▸ EXERCISE DETAILS: Show each line of the entries below in which the word "FIXITY" appears.

▸ Collected data:
import csv
from pathlib import Path

import numpy as np
import pytest

from layout.strings.phase import frequency_hz

LINES = (Path(__file__).parent / "stiff_string_exact.csv").read_text().splitlines()
ROWS = list(csv.DictReader(line for line in LINES if not line.startswith("#")))
FIXITY = {"h": 0.0, "c": 1.0}


@pytest.mark.parametrize("row", ROWS, ids=lambda row: f"{row['eps']}-{row['ends']}")
@pytest.mark.parametrize("mode", [1, 2, 3, 5, 10])
def test_ratio_to_the_ideal_string(row, mode):
    length_mm, tension_n, unit_mass = 650.0, 70.0, 4e-4
    bending = tension_n * (float(row["eps"]) * length_mm / 1000.0) ** 2
    found = frequency_hz(
        length_mm,
        tension_n=tension_n,
        unit_mass_kg_per_m=unit_mass,
        bending_stiffness_n_m2=bending,
        fixity_1=FIXITY[row["ends"][0]],
        fixity_2=FIXITY[row["ends"][1]],
        mode=mode,
    )
    ideal = mode * np.sqrt(tension_n / unit_mass) / (2.0 * length_mm / 1000.0)
    assert abs(float(found / ideal) - float(row[f"m{mode}"])) <= 1e-8


def test_the_whole_table_was_read():
    assert len(ROWS) == 12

▸ WRITTEN REPLY:
FIXITY = {"h": 0.0, "c": 1.0}
        fixity_1=FIXITY[row["ends"][0]],
        fixity_2=FIXITY[row["ends"][1]],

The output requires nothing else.